From what I understand (from what I've read), when crontab executes, it doesn't allocate a TTY interface, which is what docker needs when we have the "-t" option. As such, I removed the "-it" options for the first "docker run" command in the script.
Source: https://stackoverflow.com/questions/43099116/the-input-device-is-not-a-tty
Once I fixed that, I was then presented with a new error on the next crontab execution:
===
Traceback (most recent call last):
File "bin/docker-compose", line 6, in <module>
File "compose/cli/main.py", line 71, in main
File "compose/cli/main.py", line 124, in perform_command
File "compose/cli/main.py", line 467, in exec_command
File "site-packages/dockerpty/pty.py", line 338, in start
File "site-packages/dockerpty/io.py", line 32, in set_blocking
ValueError: file descriptor cannot be a negative integer (-1)

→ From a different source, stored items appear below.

import type { BodyOf, Contract, ParamsOf, QueryOf, ResponseOf } from '#shared/contracts/contract.ts';

export interface FieldProblem {
  /** JSON pointer into the body: `/toLane`. */
  pointer: string;
  code: string;
  params?: Record<string, string | number>;
}

/** A refusal of the server, or `network.away` (status 0) when it wasn't reached. Codes become sentences in shared/text. */
export class Problem extends Error {
  readonly status: number;
  readonly code: string;
  readonly params: Record<string, string | number>;
  readonly fields: readonly FieldProblem[];
  /** Seconds to wait before asking again, where the server says so. */
  readonly retryAfter: number | null;

  constructor(status: number, code: string, rest: { params?: Record<string, string | number>; fields?: readonly FieldProblem[]; retryAfter?: number | null } = {}) {
    super(code);
    this.name = 'Problem';
    this.status = status;
    this.code = code;
    this.params = rest.params ?? {};
    this.fields = rest.fields ?? [];
    this.retryAfter = rest.retryAfter ?? null;
  }

  /** Code for one field of a form, by its name in the body (`toLane`, `passes/0/length`). */
  field(name: string): FieldProblem | null {
    return this.fields.find((f) => f.pointer.replace(/^\//, '') === name) ?? null;
  }
}

export const isAway = (error: unknown): boolean => error instanceof Problem && (error.status === 0 || error.status === 503);

interface Input<C> {
  params?: ParamsOf<C>;
  query?: Partial<QueryOf<C>>;
  body?: BodyOf<C>;
  /** A repeat with the same key has the effect of once (kept a day by the server). */
  idempotencyKey?: string;
  signal?: AbortSignal;
}

const TIMEOUT_MS = 10_000;

/** Calls a route as its contract says. Gives the response's body, or throws a `Problem`. */
export async function call<C extends Contract>(contract: C, input: Input<C> = {}): Promise<ResponseOf<C>> {
  const response = await reach(addressOf(contract.path, input.params as object | undefined, input.query), contract.method, input);
  const answer: unknown = response.status === 204 ? null : await bodyOf(response);
  if (response.ok) return answer as ResponseOf<C>;
  throw problemOf(response, answer);
}

async function reach(address: string, method: string, input: Input<Contract>): Promise<Response> {
  const headers: Record<string, string> = { accept: 'application/json' };
  if (input.body !== undefined && input.body !== null) headers['content-type'] = 'application/json';
  if (input.idempotencyKey) headers['idempotency-key'] = input.idempotencyKey;
  const timeout = AbortSignal.timeout(TIMEOUT_MS);
  try {
    return await fetch(address, {
      method,
      headers,
      credentials: 'same-origin',
      body: headers['content-type'] ? JSON.stringify(input.body) : undefined,
      signal: input.signal ? AbortSignal.any([input.signal, timeout]) : timeout,
    });
  } catch (error) {
    if (input.signal?.aborted) throw error;
    throw new Problem(0, 'network.away');
  }
}

async function bodyOf(response: Response): Promise<unknown> {
  try {
    return await response.json();
  } catch {
    return null;
  }
}

function problemOf(response: Response, answer: unknown): Problem {
  const said = (typeof answer === 'object' && answer !== null ? answer : {}) as { code?: string; params?: Record<string, string | number>; errors?: (FieldProblem & { in: string })[] };
  const retryAfter = Number(response.headers.get('retry-after'));
  return new Problem(response.status, said.code ?? `http.${response.status}`, {
    params: said.params,
    fields: said.errors?.filter((error) => error.in === 'body'),
    retryAfter: retryAfter > 0 ? retryAfter : null,
  });
}

/** Fills `:name` parts of a path and appends the query; an undefined query value is left out. */
export function addressOf(path: string, params: object = {}, query: object = {}): string {
  const given = params as Record<string, unknown>;
  const filled = path.replace(/:(\w+)/g, (_, name: string) => encodeURIComponent(String(given[name])));
  const pairs = Object.entries(query).filter(([, value]) => value !== undefined && value !== null);
  return pairs.length === 0 ? filled : `${filled}?${new URLSearchParams(pairs.map(([k, v]) => [k, String(v)])).toString()}`;
}

/** A new key for `idempotencyKey`. `crypto.randomUUID` doesn't exist on plain http in a house's own network. */
export function newKey(): string {
  return Array.from(crypto.getRandomValues(new Uint8Array(16)), (b) => b.toString(16).padStart(2, '0')).join('');
}
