import type { IncomingMessage, ServerResponse } from 'node:http';
import { parseInstant } from '#shared/domain/journal/rfc3339.ts';
import { decide } from '#shared/policy/policy.ts';
import type { Centre, KeyHolder } from '#server/capabilities/centre/index.ts';
import type { Deps } from '#server/deps.ts';
import { newId } from '#server/platform/db/uuid.ts';
import { orAway } from '#server/platform/http/database-watch.ts';
import { problemOf, refusalOf } from '#server/platform/http/problem.ts';
import { Refusal } from '#server/platform/http/refusal.ts';
import { readBody } from './body.ts';
import type { Ingest } from './ingest.ts';
import { type Rate, tokenBuckets } from './token-bucket.ts';

export type Door = (request: IncomingMessage, response: ServerResponse) => Promise<void>;

const BEARER = /^Bearer +([\x21-\x7e]{1,200}) *$/i;

/**
 * `POST /api/ingest/events`. Apart from the other routes, as its body is larger, has media types of its own, and comes thousands of
 * times a second; the policy table decides here too.
 */
export function createDoor(deps: Pick<Deps, 'db' | 'clock' | 'log'>, { gateways }: Pick<Centre, 'gateways'>, ingest: Ingest, rate: Rate): Door {
  const buckets = tokenBuckets(rate);

  async function holderOf(request: IncomingMessage): Promise<KeyHolder> {
    const key = BEARER.exec(request.headers.authorization ?? '')?.[1];
    const holder = key === undefined ? null : await orAway(deps.db, () => gateways.holderOf(key));
    const actor = holder ? { kind: 'gateway' as const, gateway: holder.gateway.id, name: holder.gateway.name, centre: holder.centre.slug } : { kind: 'nobody' as const };
    if (!holder || decide('events.report', actor, { centre: holder.centre.slug }) !== 'ok') throw new Refusal(401, 'gateway.key-required');
    if (holder.revoked) throw new Refusal(403, 'gateway.key-revoked');
    const wait = buckets.take(key ?? '', performance.now());
    if (wait > 0) throw new Refusal(429, 'gateway.too-many', { retryAfterS: wait });
    return holder;
  }

  async function answer(request: IncomingMessage): Promise<string> {
    if (request.method !== 'POST') throw new Refusal(405, 'method.not-allowed', { method: request.method ?? '', allowed: 'POST' });
    const from = await holderOf(request);
    const elements = await readBody(request);
    const header = request.headers['gateway-time'];
    const gatewayTime = header === undefined ? null : parseInstant(String(header));
    if (header !== undefined && gatewayTime === null) throw new Refusal(400, 'events.gateway-time');
    try {
      return JSON.stringify(await ingest({ from, elements, receivedAt: deps.clock.now(), gatewayTime }));
    } catch (error) {
      if (error instanceof RangeError) throw new Refusal(400, 'events.not-cloudevents');
      throw error;
    }
  }

  return async (request, response) => {
    response.setHeader('Cache-Control', 'no-store');
    response.setHeader('X-Content-Type-Options', 'nosniff');
    try {
      send(response, 200, 'application/json', await answer(request));
    } catch (error) {
      refuse(request, response, error, deps.log);
    }
  };
}

function refuse(request: IncomingMessage, response: ServerResponse, error: unknown, log: Deps['log']): void {
  const refusal = refusalOf(error);
  const id = newId();
  if (!refusal || refusal.status === 503) log[refusal ? 'warn' : 'error']({ err: error, request: id, path: request.url }, refusal?.code ?? 'unexpected');
  const wait = refusal?.params['retryAfterS'];
  if (wait !== undefined) response.setHeader('Retry-After', String(wait));
  if (refusal?.status === 401) response.setHeader('WWW-Authenticate', 'Bearer realm="lanewright"');
  if (refusal?.status === 405) response.setHeader('Allow', 'POST');
  // What is left of a body that isn't read must not stand for the next request.
  if (!request.complete) response.setHeader('Connection', 'close');
  send(response, refusal?.status ?? 500, 'application/problem+json', JSON.stringify(problemOf(refusal ?? { status: 500, code: 'unexpected' }, id)));
  request.resume();
}

function send(response: ServerResponse, status: number, type: string, json: string): void {
  response.writeHead(status, { 'Content-Type': `${type}; charset=utf-8`, 'Content-Length': Buffer.byteLength(json) });
  response.end(json);
}

export const INGEST_PATH = '/api/ingest/events';
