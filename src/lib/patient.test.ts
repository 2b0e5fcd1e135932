import { expect, it } from 'vitest';
import { patient } from './patient.ts';

const failing = (times: number) => {
  let tried = 0;
  return { load: () => (++tried <= times ? Promise.reject(new TypeError('Failed to fetch')) : Promise.resolve('code')), tried: () => tried };
};

it('tries again until the server is back', async () => {
  const once = failing(2);
  expect(await patient(once.load, 1)).toBe('code');
  expect(once.tried()).toBe(3);
});
it('gives up in the end, with the reason', async () => {
  const gone = failing(Infinity);
  await expect(patient(gone.load, 0)).rejects.toThrow('Failed to fetch');
  expect(gone.tried()).toBe(30);
});
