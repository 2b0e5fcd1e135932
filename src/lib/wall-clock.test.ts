import { expect, it } from 'vitest';
import { wallTime } from '#shared/text/en/formats.ts';
import { minutesOf } from './wall-clock.ts';

it('minutes and clock say the same', () => {
  for (const minutes of [0, 1, 59, 60, 240, 1439]) expect(minutesOf(wallTime(minutes))).toBe(minutes);
  expect(wallTime(1440)).toBe('00:00');
});
it('what is no time is none', () => expect(['', '24:00', '12:60', '1:0', 'noon'].map(minutesOf)).toEqual([null, null, null, null, null]));
it('a leading zero may be left out', () => expect(minutesOf(' 9:30 ')).toBe(570));
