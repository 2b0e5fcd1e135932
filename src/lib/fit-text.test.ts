import { describe, expect, it } from 'vitest';
import { fitText, fitWord, type Measure } from './fit-text.ts';

/** Six px a letter at full width, less by the font's width. */
const measure: Measure = (text, { stretch }) => text.length * 6 * (stretch / 100);
const room = (width: number) => ({ width, size: 12, titleWeight: 680, secondWeight: 450, gap: 8 });

describe('a text that is never cut', () => {
  const fit = (width: number) => fitText('Night Owls', ['game 2', 'about 22:40'], room(width), measure);
  it('takes the full width where there is room', () => expect(fit(220)).toEqual({ title: 'Night Owls', second: 'game 2 · about 22:40', stretch: 100 }));
  it('narrows before it drops', () => expect(fit(150)).toEqual({ title: 'Night Owls', second: 'game 2 · about 22:40', stretch: 75 }));
  it('drops the last second part, then the next, and widens again', () => {
    expect(fit(110)).toEqual({ title: 'Night Owls', second: 'game 2', stretch: 100 });
    expect(fit(60)).toEqual({ title: 'Night Owls', second: '', stretch: 100 });
  });
  it('narrows the title alone, then shows nothing', () => {
    expect(fit(40)?.stretch).toBe(62.5);
    expect(fit(30)).toBeNull();
  });
  it('what it returns always fits', () => {
    for (let width = 0; width < 300; width += 3) {
      const fitted = fit(width);
      if (!fitted) continue;
      const used = measure(fitted.title, { size: 12, weight: 680, stretch: fitted.stretch }) + (fitted.second ? 8 + measure(fitted.second, { size: 12, weight: 450, stretch: fitted.stretch }) : 0);
      expect(used).toBeLessThanOrEqual(width);
    }
  });
});

it('takes the longest wording that fits', () => {
  expect(fitWord(['out of service', 'out'], { width: 60, size: 12, weight: 700 }, measure)).toEqual({ word: 'out of service', stretch: 62.5 });
  expect(fitWord(['out of service', 'out'], { width: 24, size: 12, weight: 700 }, measure)).toEqual({ word: 'out', stretch: 100 });
  expect(fitWord(['mechanic in', 'mech.\nin'], { width: 22, size: 12, weight: 700 }, measure)).toEqual({ word: 'mech.\nin', stretch: 62.5 });
  expect(fitWord(['out'], { width: 5, size: 12, weight: 700 }, measure)).toBeNull();
});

Failed to execute script docker-compose
===
Apparently, this is a known issue with docker-compose when running inside a script, like with my crontab task. The work-around (from what I've read) is to use the "-T" option. This tells docker NOT to create a pseudo-TTY interface for the execution.
Source: https://github.com/docker/compose/issues/3352
You can see the changes to the repository here: https://github.com/bennadel/DailyPrime.me/commit/10a7120dc7d98fd6ec5b1ac61532040a3390bc20
Hmm, I'm getting an error with the certbot renewal! Getting the following error:
> Encountered exception during recovery
> 'HTTP01' object has no attribute 'achalls'
>
> AttributeError: 'HTTP01' object has no attribute 'achalls'
> Attempting to renew cert from /etc/letsencrypt/renewal/dailyprime.me.conf
> produced an unexpected error: [Errno 2] No such file or directory:
> '/var/www'. Skipping.
Trying to figure it out.
Actually, that previous error was for the old certificate (non-wildcard). The renewal for the wildcard certificate seems to be breaking with this error:
> Cert is due for renewal, auto-renewing...
> Could not choose appropriate plugin: The manual plugin is not
> working; there may be problems with your existing configuration.
> The error was: PluginError('An authentication script must be provided
> with --manual-auth-hook when using the manual plugin non-interactively.',)
It seems that because I issues the certificate "manually", it's expecting the renewal process to do the same. Which seems kind of whack. Trying to figure it out.
Ok, so it seems that domain ownership needs to be verified both at the initial issuance AND at RENEWAL time. This is why the "renew" command was expecting me to perform the manual DNS authentication challenge. DigitalOcean provides a plug-in to help with this. But, it seems to be more complicated than I need at this time. As such, I'll likely fallback to the explicit subdomain certificate so that I can use the webroot authentication (which doesn't require any manual shenanigans).